The Speaker is right that the “same question” rule is well precedented and would need consideration in this case. But it would be quite wrong to apply the “same question” rule to disallow a third meaningful vote on the Government’s Brexit deal. He has not yet finally decided that it will.
Since the deal was last put before the House of Commons, there have been two significant votes: on preventing a No Deal Brexit and on extending Article 50. The deal may look broadly the same but those two votes have produced fundamentally different circumstances. In addition there has been time for a more considered look at the legal effects and implications of the documents produced overnight on 11 March. The ability of the Government to put the matter back to the House should not depend on the order in which the questions were put last week or the haste in which decisions were made. Indeed, the vote for a delay of the Art 50 deadline resulted in a resolution that specifically provided for a third vote, and so implicitly gave the House’s permission to have one. The Speaker should respect that.
If there is a majority for the deal, preventing the vote would be to frustrate the will of the House. It would be deeply concerning to see a Speaker act in such a way. Those who are opposed to the deal should want to win with a majority on the substance, not by procedural manoeuvring or on a technicality, and the Speaker should allow that.

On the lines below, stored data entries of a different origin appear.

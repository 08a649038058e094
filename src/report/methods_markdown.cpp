// methods.md: the experiment described in neutral scientific English for a
// paper: data, masking, the methods with the parameters that were set,
// metrics, the statistical analysis with the test variants named, the
// verdict per series with effect sizes and the equivalence margin, a
// Limitations paragraph generated from the run, reproducibility facts and
// the references of the published work it used.
#include <algorithm>
#include <cmath>
#include <map>
#include <set>

#include "gapmark/analysis/test_names.hpp"
#include "gapmark/fill/method.hpp"
#include "gapmark/mask/scheme.hpp"
#include "gapmark/number_format.hpp"
#include "gapmark/params.hpp"
#include "gapmark/report/fit_text.hpp"
#include "gapmark/report/references.hpp"
#include "gapmark/report/reporter.hpp"
#include "gapmark/report/table_text.hpp"
#include "gapmark/stats/bootstrap.hpp"

namespace gapmark {
namespace {

std::string join(const std::vector<std::string>& items, const std::string& last = "and") {
  std::string out;
  for (std::size_t i = 0; i < items.size(); ++i) {
    if (i) out += items.size() == 2 ? " " + last + " " : (i + 1 == items.size() ? ", " + last + " " : ", ");
    out += items[i];
  }
  return out;
}

std::string cite(const std::vector<std::string>& keys) {
  std::vector<std::string> parts;
  for (const auto& k : keys) parts.push_back("[" + k + "]");
  return parts.empty() ? "" : " " + join(parts, "and");
}

std::vector<std::string> keys_for(const std::vector<CitedUse>& uses, const std::string& kind, const std::string& name) {
  for (const auto& u : uses)
    if (u.kind == kind && u.name == name) return u.keys;
  return {};
}

/// "`name` (a = 1, b = x)": the parameters the spec set, not the defaults.
template <class Interface>
std::string with_parameters(const std::string& label) {
  CallSpec call;
  try {
    call = CallSpec::parse(label, "label");
  } catch (const std::exception&) {
    return markdown_code(label);
  }
  std::string out = markdown_code(call.name);
  std::vector<std::string> params;
  for (const auto& [k, v] : call.args) params.push_back(k + " = " + v);
  return params.empty() ? out : out + " (" + join(params, "and") + ")";
}

template <class Interface>
std::string summary_of(const std::string& label) {
  const auto colon = label.find(':');
  const auto* entry = Registry<Interface>::global().find(colon == std::string::npos ? label : label.substr(0, colon));
  return entry ? entry->summary : "";
}

std::string percent(double share) { return short_number(100 * share) + "%"; }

The Speaker’s reputation for impartiality has already become questionable. It is difficult to see how it could survive the application of the same question rule to a third vote on the deal when the same rule was not applied to prevent Dominic Grieve’s amendments to the business of the House motions to reopen questions that had been finally and conclusively resolved during the passage of the Bill for the Withdrawal Act – a more effective procedure than a motion of the House. It was that Act which enacted as law the rule that the rejection of the deal would produce a No Deal exit, and a procedural technicality should not now be used to frustrate the intended effect of primary legislation, even if it is legislation the House now wishes it had not passed.
Fortunately for the Government, Ministers should be able to overcome any obstacles the Speaker’s ruling places in their way. They could put down a new motion insisting on a vote on the deal “notwithstanding the practice of the House”. If they won a vote on that, there would have to be one. Alternatively, they could also skip ahead and introduce the Implementation Bill. There is nothing in the Withdrawal Act that requires the meaningful vote to come before the passage of the Bill and the Implementation Bill if passed could make the separate approval of the deal by resolution unnecessary. The least attractive option would be to prorogue Parliament and begin a new Parliamentary session.
All these options would involve taking up more Parliamentary time than just allowing another vote, which would be the sensible thing to do if the Government wish to do it and there is a real prospect of it producing a different result. Procedure exists to facilitate not to thwart the wishes of the majority on the substance, and the best test of what the majority wants is a vote, not a ruling from the Chair.